An uneasy six-month peace in eastern Congo collapsed last week when clashes erupted between government troops and M23 rebels near the region's largest city Goma, days before a visit by Ban and World Bank president Jim Yong Kim.
The two men were on a mission to promote the latest international attempt to pacify the conflict-torn region, where armed groups, the army and neighboring countries have for nearly two decades battled for control of land and resources.
A $1 billion World Bank aid package aimed at bringing much needed development is to act as carrot for the plan.
But the stick - a 3,000-strong U.N. Intervention Brigade of Tanzanian, South African and Malawian troops with an unprecedented mandate for offensive operations against some 30 armed groups - has only just begun to arrive.
Ban said this week it may take up to another two months before the long-awaited force is operational.
"The troops are coming but it's more of a trickle than anything else," a senior U.N. official in Goma told Reuters.
To date, only around 500 South African and Tanzanian troops have arrived in Goma, U.N. sources say, with delays partly due to logistical and planning problems, including where to base South Africa's incoming troops.
Analysts say South Africa has also been irked by a perceived slight in the choice of both the brigade's command, which has gone to a Tanzanian, and the overall U.N. military leadership in Congo, which went to a Brazilian general whose last job was tackling criminal gangs in Haiti.
"It seems there was a lot of horse trading going on at the United Nations, rather than choosing the appropriate person," South African defense analyst Helmoed Romer Heitman said.
M23 TO DEFEND ITSELF
This led to some discussion over whether South Africa - keen to flex its regional muscles - might pull out in protest, according to Jason Stearns, director of regional think tank the Great Lakes Institute.
Rebels may also be using the delay to seize the initiative before the brigade arrives, Stearns said.
"M23 wants to be able to either prevent the Intervention Brigade from arriving altogether or to be in a very strong military position once it arrives," he said.

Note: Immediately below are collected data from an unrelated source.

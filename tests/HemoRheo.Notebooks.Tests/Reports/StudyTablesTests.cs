using System.Globalization;
using System.Text;

namespace HemoRheo.Notebooks.Tests.Reports;

public sealed class StudyTablesTests
{
    private static readonly Dictionary<string, string> Files =
        StudyTables.Files(new(FakeStudy.Result, FakeCohort.Summary, FakeStudy.Record, null)).ToDictionary(file => file.Name, file => file.Text);

    public static TheoryData<string> Tables => new(Files.Keys.Where(name => name.EndsWith(".csv", StringComparison.Ordinal)));

    [Theory]
    [MemberData(nameof(Tables))]
    public void Every_table_has_rows_all_as_long_as_its_heading(string name)
    {
        var rows = Parse(Files[name]);
        Assert.True(rows.Count > 1, name);
        Assert.All(rows, row => Assert.Equal(rows[0].Length, row.Length));
        Assert.DoesNotContain('\r', Files[name]);
        Assert.EndsWith("\n", Files[name], StringComparison.Ordinal);
        Assert.DoesNotContain("NaN", Files[name], StringComparison.Ordinal);
    }

    [Fact]
    public void The_dictionary_covers_every_column_of_every_table()
    {
        var described = Parse(Files[StudyTables.Dictionary]).Skip(1).Select(row => (row[0], row[1])).ToHashSet();
        foreach (var (name, text) in Files.Where(file => file.Key.EndsWith(".csv", StringComparison.Ordinal) && file.Key != StudyTables.Dictionary))
        {
            Assert.All(Parse(text)[0], column => Assert.Contains((name, column), described));
        }
    }

    [Fact]
    public void A_column_with_a_unit_has_its_UCUM_code()
    {
        var rows = Parse(Files[StudyTables.Dictionary]);
        Assert.All(rows.Skip(1).Where(row => row[3].Length > 0), row => Assert.NotEqual("", row[4]));
        Assert.Contains(rows, row => row[0] == "checks.csv" && row[1] == "temperature [°C]" && row[4] == "Cel");
        Assert.Contains(rows, row => row[0] == "checks.csv" && row[1] == "measured [mPa·s]" && row[4] == "mPa.s");
    }

    [Fact]
    public void The_caution_stands_in_the_dictionary_and_beside_the_tables()
    {
        Assert.Contains("For research use only", Parse(Files[StudyTables.Dictionary])[1][2], StringComparison.Ordinal);
        Assert.Contains("For research use only", Files["README.txt"], StringComparison.Ordinal);
    }

    [Theory]
    [MemberData(nameof(Tables))]
    public void Every_row_of_every_table_carries_the_caution_in_its_last_column(string name)
    {
        var rows = Parse(Files[name]);
        Assert.Equal("caution", rows[0][^1]);
        Assert.All(rows.Skip(1), row => Assert.Equal("research use only", row[^1]));
    }

    [Fact]
    public void Counts_of_people_and_of_samples_add_up_in_every_row_of_the_cohort()
    {
        var rows = Parse(Files["cohort.csv"]);
        Assert.All(rows.Skip(1), row =>
        {
            Assert.Equal(Number(rows, row, "samples"), Number(rows, row, "samples used") + Number(rows, row, "marked") + Number(rows, row, "set aside"));
            Assert.Equal(Number(rows, row, "people"), Number(rows, row, "n") + Of(rows, row, "people left out").Split("; ").Where(reason => reason.Length > 0).Sum(reason => int.Parse(reason.Split(' ')[1], CultureInfo.InvariantCulture)));
        });
        Assert.Contains(rows, row => Of(rows, row, "n") == "4" && Of(rows, row, "samples used") == "5" && Of(rows, row, "samples") == "6");
    }

    [Fact]
    public void A_fit_that_ended_well_is_not_said_to_fit_where_its_curve_or_the_study_contradicts_the_law()
    {
        Assert.Equal(["yes"], Judgments(0.4, true));
        Assert.Equal(["no: the curve contradicts the law"], Judgments(0.0005, true));
        Assert.Equal(["no: the study contradicts the law"], Judgments(0.4, false));
        Assert.Equal(["no: the curve and the study contradict the law"], Judgments(0.0005, false));
    }

    [Fact]
    public void No_table_holds_a_raw_word_of_the_program() => Assert.All(Files, file => Assert.DoesNotMatch(@"\b(InOrder|InDoubt|Native|StandardBy\w+|PlasmaPower|StudySlope|CannotTell|SmallStep)\b", file.Value));

    private static IEnumerable<string> Judgments(double probability, bool lawFits)
    {
        var result = FakeStudy.Result;
        var sample = result.Samples[0];
        var loadings = sample.Result.Loadings.Select(loading => loading with { Fits = loading.Fits.Select(fit => fit with { Fit = fit.Fit with { Probability = probability } }).ToItems() }).ToItems();
        var pool = result.Analyzed.Pool with { Laws = result.Analyzed.Pool.Laws.Select(law => law with { Fits = lawFits }).ToItems() };
        var edition = new Edition(result with { Analyzed = result.Analyzed with { Pool = pool }, Samples = [sample with { Result = sample.Result with { Loadings = loadings } }] }, null, FakeStudy.Record, null);
        var rows = Parse(CurveTables.Fits(edition).Table.ToCsv());
        Assert.All(rows.Skip(1), row => Assert.Equal("yes", Of(rows, row, "usable")));
        return rows.Skip(1).Select(row => Of(rows, row, "fits")).Distinct();
    }

    [Fact]
    public void No_cell_of_any_table_starts_like_a_formula_unless_it_is_a_number() => Assert.All(Files.Where(file => file.Key.EndsWith(".csv", StringComparison.Ordinal)), file => Assert.All(Parse(file.Value).SelectMany(row => row), cell =>
    {
        var number = double.TryParse(cell, NumberStyles.Float, CultureInfo.InvariantCulture, out _) || cell == "-Inf";
        Assert.False(!number && cell is ['=' or '+' or '-' or '@' or '\t' or '\r', ..], cell);
    }));

    [Fact]
    public void Values_carry_estimate_interval_budget_and_verdict()
    {
        var rows = Parse(Files["values.csv"]);
        var row = rows.First(row => row[0] == "S-0001" && Of(rows, row, "measurand") == "viscosity at 10 1/s" && Of(rows, row, "basis") == "standard hematocrit, plasma rule");
        Assert.Equal("P-001", Of(rows, row, "person"));
        Assert.Equal("controls", Of(rows, row, "group"));
        Assert.Equal("mPa.s", Of(rows, row, "UCUM code"));
        var working = Number(rows, row, "working value");
        Assert.Equal(Math.Log(0.0065) - 0.2, working, 1e-12);
        Assert.Equal(6.5 * Math.Exp(-0.2), Number(rows, row, "value"), 1e-9);
        Assert.Equal(-0.002, Number(rows, row, "c calibration"), 1e-12);
        Assert.Equal(-0.0225, Number(rows, row, "c hematocrit"), 1e-12);
        Assert.Equal("", Of(rows, row, "c slope"));
        Assert.Equal("below", Of(rows, row, "outcome"));
        Assert.Equal(1, Number(rows, row, "p below") + Number(rows, row, "p within") + Number(rows, row, "p above"), 1e-9);
    }

    [Fact]
    public void The_squares_of_a_values_budget_add_up_to_its_uncertainty()
    {
        var values = Parse(Files["values.csv"]);
        var row = values.First(row => row[0] == "S-0001" && Of(values, row, "measurand") == "viscosity at 1 1/s" && Of(values, row, "basis") == "native hematocrit");
        var parts = Parse(Files["budget.csv"]);
        var sum = parts.Skip(1).Where(part => part[0] == "S-0001" && Of(parts, part, "measurand") == "viscosity at 1 1/s" && Of(parts, part, "basis") == "native hematocrit")
            .Sum(part => Math.Pow(Number(parts, part, "working contribution"), 2));
        Assert.Equal(Number(values, row, "working uncertainty"), Math.Sqrt(sum), 1e-12);
    }

    [Fact]
    public void Points_set_aside_stay_in_the_data_with_their_reason_and_line()
    {
        var rows = Parse(Files["points.csv"]);
        var aside = rows.Where(row => row[0] == "S-0001" && Of(rows, row, "kept") == "no").ToArray();
        Assert.Equal(4, aside.Length);
        Assert.All(aside, row => Assert.Equal("torque-below-floor", Of(rows, row, "set aside because")));
        Assert.Equal(["32", "33"], aside.Take(2).Select(row => Of(rows, row, "line")));
    }

    [Fact]
    public void A_comparison_that_could_not_be_had_says_why_and_holds_no_number()
    {
        var rows = Parse(Files["comparisons.csv"]);
        var row = rows.Single(row => row[0] == "viscosity at 100 1/s" && Of(rows, row, "basis") == "native hematocrit" && Of(rows, row, "question") == "total");
        Assert.Equal("", Of(rows, row, "ratio"));
        Assert.Equal("One person is too few for a comparison.", Of(rows, row, "reason"));
    }

    private static string Of(List<string[]> rows, string[] row, string column) => row[Array.IndexOf(rows[0], column)];

    private static double Number(List<string[]> rows, string[] row, string column) => double.Parse(Of(rows, row, column), CultureInfo.InvariantCulture);

    /// <summary>Reads comma-separated values by the grammar of RFC 4180, section 2, with line feeds.</summary>
    private static List<string[]> Parse(string text)
    {
        var rows = new List<string[]>();
        var row = new List<string>();
        var field = new StringBuilder();
        var quoted = false;
        for (var i = 0; i < text.Length; i++)
        {
            var letter = text[i];
            if (quoted && letter == '"' && i + 1 < text.Length && text[i + 1] == '"') field.Append(text[++i]);
            else if (letter == '"') quoted = !quoted;
            else if (quoted) field.Append(letter);
            else if (letter is ',' or '\n') Close(letter == '\n');
            else field.Append(letter);
        }

        return rows;

        void Close(bool line)
        {
            row.Add(field.ToString());
            field.Clear();
            if (!line) return;
            rows.Add([.. row]);
            row.Clear();
        }
    }
}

M23's military commander Sultani Makenga told Reuters on Monday his troops would not target the U.N. force but would defend themselves if needed. He said reviving stalled peace talks in neighboring Uganda was the only way to break the military deadlock in eastern Congo.
No one from the South African military was immediately available for comment, though military sources there say the force is undergoing training.
Pretoria is determined, following the death in March of 13 of its soldiers at rebel hands during a peacekeeping mission in neighboring Central African Republic, to avoid a similar debacle in Congo, Heitman said.
It was South Africa's worst military losses since the end of apartheid in 1994.
"The intention is to ensure they are well-trained ... They are taking on board the lessons of Bangui," he said.
Tension is rising as Congo's notoriously ill-disciplined army itches to avenge humiliations at the hands of M23, including a rout in November which saw the insurgents briefly seize Goma.
On the northern outskirts of the lakeside town, Indian peacekeepers have deployed tanks and set up a road-block - a thin, blue-helmeted line separating the two sides, with rebel positions clearly visible in the surrounding hills.
At least three civilians were killed last week after rebel shells fell in aid camps and residential areas, according to the United Nations. The army's increasingly aggressive attitude risks worsening the situation and jeopardizing more civilian lives, Goma's mayor Naasson Kubuya Ndoole said.
"I met a soldier who told me that if M23 continues, the army is prepared to chase them all the way to Rwanda," he said. "This determination is dangerous. It's better this neutral force arrives to play the role of arbiter or to tackle the M23 calmly."